Häufige Fragen zum Aufgriffsrecht

Ist ein Aufgriffsrecht dasselbe wie eine Vinkulierung?

Nein. Die Vinkulierung ist eine Zustimmungskontrolle vor einer beabsichtigten Übertragung durch den Gesellschafter selbst. Das Aufgriffsrecht öffnet bei einem definierten Ereignis, etwa Tod oder Rückzug, einen Erwerbsweg für bestimmte Berechtigte. Beide Instrumente können nebeneinander bestehen und sich sinnvoll ergänzen.

Gibt es einen gesetzlich fixierten Preis für den Aufgriff?

Nein. Das Gesetz gibt keinen Standardpreis vor. Die Bewertung folgt der vertraglichen Klausel. Formeln, Multiplikatoren oder Sachverständigenverfahren sind zulässig, unterliegen aber Wirksamkeitsgrenzen der ständigen Rechtsprechung. Grob unangemessene Beschränkungen können an zwingenden Regeln des ABGB scheitern.

Wie schnell muss das Aufgriffsrecht ausgeübt werden?

Die Ausübungsfrist ergibt sich aus der Klausel. Der Gesetzgeber gibt keine allgemeine Standardfrist vor. Sinnvoll sind Fristen, die in einem Konfliktfall wirklich einhaltbar sind und die interne Abstimmung, Bewertung und formgerechte Erklärung ermöglichen. Zu kurze Fristen entwerten die Klausel.

Was passiert, wenn kein Berechtigter das Aufgriffsrecht ausübt?

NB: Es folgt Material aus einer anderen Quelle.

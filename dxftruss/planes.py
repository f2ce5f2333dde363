"""Separate flat trusses, each in its own plane (a 3-D model of a set of roof trusses).

Glossary:
    part plane   the plane one connected part of the line work lies in (parts lying in
                 one plane share it and keep their places relative to each other) (joined in 3-D
                 within the snap tolerance), found as plane.py finds the drawing plane:
                 in-plane axes ``u``, ``v`` with ``v`` world +Z where the plane is
                 vertical, so "down" is world -Z.
    layout       the 2-D coordinates the planar stages work in: each part's in-plane
                 coordinates shifted along x by its ``shift`` so the parts lie side by
                 side, the first at its own in-plane coordinates, each next one a
                 ``gap`` to the right of the one before. The gap is larger than every
                 tolerance the planar stages join or compare by (snap, near-miss,
                 outline and symmetry distances), so no joint, member or mark of one
                 part is ever joined to another part's: parts in parallel planes would
                 otherwise fall onto the same in-plane coordinates.
    slot         the layout x range of one part; a layout point belongs to the slot
                 whose range is nearest (the boundaries lie mid-gap).

Used only when the line work lies in no one plane and every connected part is flat on
its own; parts joined to each other by line work (purlins, bracing) make a space truss
(space.py). Drawn support and load marks and texts go to the part whose joint is
nearest in 3-D and must lie within the mark reach of its plane; a loads file must give
3-D ``at`` points (a 2-D point is ambiguous with several planes) and forces with no
component normal to the part's plane.
"""

from __future__ import annotations

from dataclasses import dataclass, replace
from typing import Any

import numpy as np
from scipy.spatial import cKDTree

from .errors import ConfigError
from .findings import Code
from .loadsfile import LoadEntry, LoadsSpec, SupportEntry
from .model import Fix
from .plane import (
    DIRECTION_SIN,
    DrawingPlane,
    _points,
    _refused,
    default_snap_3d,
    find_plane,
    mark_directions,
    off_plane_finding,
)
from .read import LineWork, LoadMark, SupportMark, TextMark
from .snap import cluster_points

#: a load's component normal to its part's plane above this fraction of its size is refused
NORMAL_FORCE_FRACTION = 1e-9


@dataclass(frozen=True)
class PartPlane:
    """One part's plane and where it lies in the layout (drawing units).

    plane     the part's plane (plane.py)
    shift     layout x = in-plane x + shift (layout y = in-plane y)
    lo, hi    the layout x range of the part's line ends
    """

    plane: DrawingPlane
    shift: float
    lo: float
    hi: float
    #: a mark of another part must stay this far clear of ``lo``, ``hi`` (a quarter of
    #: the gap: wider than every tolerance the planar stages join by)
    margin: float = 0.0

    def near(self, x: Any) -> bool:
        """Some layout x lies within the part's range widened by the margin."""
        xs = np.asarray(x, dtype=float)
        return bool(np.any((xs >= self.lo - self.margin) & (xs <= self.hi + self.margin)))


@dataclass(frozen=True)
class PlaneSet:
    """The parts' planes, in layout order (left to right), and the gap between them."""

    parts: tuple[PartPlane, ...]
    gap: float

    def slot(self, x: Any) -> np.ndarray:
        """The slot (index into ``parts``) of each layout x."""
        xs = np.asarray(x, dtype=float).reshape(-1)
        bounds = np.array([(a.hi + b.lo) / 2 for a, b in zip(self.parts, self.parts[1:], strict=False)])
        return np.searchsorted(bounds, xs, side="right")

    def to_world(self, xy: Any) -> np.ndarray:
        """(n, 3) world coordinates of (n, 2) layout coordinates."""
        q = np.asarray(xy, dtype=float).reshape(-1, 2)
        out = np.zeros((len(q), 3))
        slots = self.slot(q[:, 0])
        for k, pp in enumerate(self.parts):
            rows = slots == k
            if rows.any():
                out[rows] = pp.plane.to_world(q[rows] - np.array([pp.shift, 0.0]))
        return out

    def sentences(self, unit: str, names: list[list[str]] | None = None) -> list[str]:
        """The planes, for the assumptions of every report (``names``: per slot the
        names of the parts in it)."""
        head = (
            f"the line work falls into {len(self.parts)} separate parts, each flat in its own plane but not all in "
            f"one: each part is analysed in its own plane (in-plane y is world +Z where the plane is vertical, so "
            f"down is world -Z); the parts are laid side by side in the report's coordinates ({self.gap:.6g} {unit} "
            "apart, never joined); world coordinates are in the JSON joints"
        )
        out = [head]
        for k, pp in enumerate(self.parts, 1):
            pl = pp.plane
            held = f"{', '.join(names[k - 1])}; " if names and names[k - 1] else ""
            out.append(
                f"plane {k} of {len(self.parts)} ({held}report x from {pp.lo:.6g} to {pp.hi:.6g} {unit}): "
                f"{_part_sentence(pl, unit)}; "
                f"report x = in-plane x + {pp.shift:.6g} {unit}"
            )
        return out


def lay_out(
    linework: LineWork,
    spec: LoadsSpec | None,
    *,
    snap: float | None,
    fraction: float,
    near_fraction: float,
    near: float | None,
    mark_reach: float,
) -> tuple[LineWork, LoadsSpec | None, PlaneSet] | None:
    """``linework`` (and ``spec``) carried into the layout of its parts' planes, or None
    when the line work is not several flat parts (one part, a part in no one plane, or
    no line work). ``snap``/``near``: the tolerances given as options (else None)."""
    from .space import build_space_geometry
    from .space import find_parts as space_parts

    if not len(linework.segments):
        return None
    tol = snap if snap is not None else default_snap_3d(linework, fraction)
    pts = _points(linework)
    seg6 = pts.reshape(-1, 6)
    geometry = build_space_geometry(seg6, linework.entity_keys(), linework.layers, snap=tol)
    parts = space_parts(len(geometry.xyz), geometry.ends)
    if len(parts) < 2:
        return None
    group_of = _groups(geometry.xyz, parts, tol)
    if group_of is None:
        return None
    group_of_part, planes = group_of
    # each line's slot: the slot of its first end's joint (the same clustering as the geometry)
    joint_slot = np.full(len(geometry.xyz), -1, dtype=np.int64)
    for k, part in enumerate(parts):
        joint_slot[part.joints] = group_of_part[k]
    label, centres = cluster_points(pts, tol=tol)
    order = np.lexsort((centres[:, 2], centres[:, 1], centres[:, 0]))
    rank = np.empty_like(order)
    rank[order] = np.arange(len(order))
    joint_of_end = rank[label]
    in_part = np.flatnonzero(joint_slot >= 0)
    tree = cKDTree(geometry.xyz[in_part])

    def slot_near(points: np.ndarray) -> tuple[np.ndarray, np.ndarray]:
        """(slot of the nearest joint, its distance) per world point."""
        dist, idx = tree.query(np.asarray(points, dtype=float).reshape(-1, 3))
        return joint_slot[in_part[idx]], np.asarray(dist, dtype=float)

    slot_trees = [cKDTree(geometry.xyz[joint_slot == k]) for k in range(len(planes))]

    def slot_of(point: np.ndarray) -> tuple[int, float]:
        """(slot, distance from its plane) for a mark's world point: of the slots whose
        plane it lies within the mark reach of, the one with the joint nearest it;
        else the slot of the nearest joint (the distance then says how far off)."""
        p = np.asarray(point, dtype=float).reshape(1, 3)
        off_by = [abs(float(pl.to_plane(p)[1][0])) for pl in planes]
        near = [(float(slot_trees[k].query(p)[0][0]), k) for k in range(len(planes)) if off_by[k] <= reach]
        k = min(near)[1] if near else int(slot_near(p)[0][0])
        return k, off_by[k]

    seg_slot = joint_slot[joint_of_end[0::2]]
    loose = seg_slot < 0
    if loose.any():  # a line shorter than the snap tolerance at a joint of no part
        seg_slot[loose] = slot_near(pts[0::2][loose])[0]

    lengths = np.linalg.norm(pts[1::2] - pts[0::2], axis=1)
    median = float(np.median(lengths)) if len(lengths) else 0.0
    reach = max(tol, mark_reach * median)
    local = np.zeros((len(pts), 2))
    extents = []
    for k, pl in enumerate(planes):
        rows = np.repeat(seg_slot == k, 2)
        local[rows] = pl.to_plane(pts[rows])[0]
        extents.append(
            (float(local[rows, 0].min()), float(local[rows, 0].max()), float(np.ptp(local[rows], axis=0).max()))
        )
    widest = max(e[2] for e in extents)
    joined = max(tol, near if near is not None else 0.0, near_fraction * float(lengths.max()))
    # a drawn load line or a label reaches no farther than its length or a few text
    # heights (labels.py): the gap is wider, so no mark is read with another part's
    marks = [float(np.linalg.norm(np.subtract((*m.start, m.z[0]), (*m.end, m.z[1])))) for m in linework.loads]
    heights = [t.height for t in linework.texts if np.isfinite(t.height)]
    gap = max(0.25 * widest, 40.0 * joined, 4.0 * max(marks, default=0.0), 20.0 * max(heights, default=0.0))
    slots: list[PartPlane] = []
    right = None
    for k, pl in enumerate(planes):
        lo, hi, _ = extents[k]
        shift = 0.0 if right is None else right + gap - lo
        slots.append(PartPlane(pl, shift, lo + shift, hi + shift, gap / 4))
        right = hi + shift
    layout = PlaneSet(tuple(slots), gap)
    shifts = np.array([s.shift for s in slots])
    local[:, 0] += np.repeat(shifts[seg_slot], 2)
    seg = np.ascontiguousarray(local.reshape(-1, 4))
    seg.setflags(write=False)

    findings = [
        f
        for f in linework.findings
        if not (f.code is Code.UNSUPPORTED_GEOMETRY and f.data.get("reason") == "non-planar")
    ]
    off: list[str] = []

    def place(world: np.ndarray) -> tuple[int, np.ndarray] | None:
        """(slot, layout points) for world points of one mark, or None off its plane."""
        k, _ = slot_of(world[0])
        uv, d = slots[k].plane.to_plane(world)
        at = uv + np.array([slots[k].shift, 0.0])
        if float(np.abs(d).max()) > reach or any(o.near(at[:, 0]) for j, o in enumerate(slots) if j != k):
            return None
        return int(k), at

    supports: list[SupportMark] = []
    for s in linework.supports:
        got = place(np.array([[s.x, s.y, s.z]]))
        if got is None:
            off.append(s.handle)
            continue
        k, at = got
        fixed = restraint_in_plane(mark_directions(s), slots[k].plane)
        if isinstance(fixed, str):
            findings.append(_refused(s, fixed))
            continue
        fix, normal = fixed
        supports.append(replace(s, x=float(at[0, 0]), y=float(at[0, 1]), z=0.0, fix=fix, normal=normal, axes=""))
    loads: list[LoadMark] = []
    for m in linework.loads:
        ends = np.array([(*m.start, m.z[0]), (*m.end, m.z[1])])
        near_end = 0 if slot_near(ends[:1])[1][0] <= slot_near(ends[1:])[1][0] else 1
        got = place(ends[[near_end, 1 - near_end]])
        if got is None:
            off.append(m.handle)
            continue
        _, uv = got
        uv = uv[[near_end, 1 - near_end]]
        start, end = (float(uv[0, 0]), float(uv[0, 1])), (float(uv[1, 0]), float(uv[1, 1]))
        loads.append(replace(m, start=start, end=end, z=(0.0, 0.0)))
    texts: list[TextMark] = []
    for t in linework.texts:
        got = place(np.array([[t.x, t.y, t.z]]))
        if got is not None:
            texts.append(replace(t, x=float(got[1][0, 0]), y=float(got[1][0, 1]), z=0.0))
    if off:
        where = (
            f"more than {reach:.6g} drawing units off the plane of the part nearest them, or in its plane but so "
            "far beyond it that they would fall by another part"
        )
        findings.append(off_plane_finding(off, where))
    out = replace(
        linework,
        segments=seg,
        segment_z=np.zeros((len(seg), 2)),
        supports=tuple(supports),
        loads=tuple(loads),
        texts=tuple(texts),
        findings=tuple(findings),
    )
    return out, (None if spec is None else _spec_in_layout(spec, layout, slot_of, reach)), layout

Die Klausel sollte für diesen Fall einen rechtlich zulässigen Auffangmechanismus vorsehen. Dazu gehören etwa eine zweite Rangstufe unter den Gesellschaftern, eine angemessene Fristverlängerung oder die geordnete Freigabe an einen konkret zugelassenen Dritterwerber. Ohne Auffanglösung entsteht eine ungeplante Zwischenlage.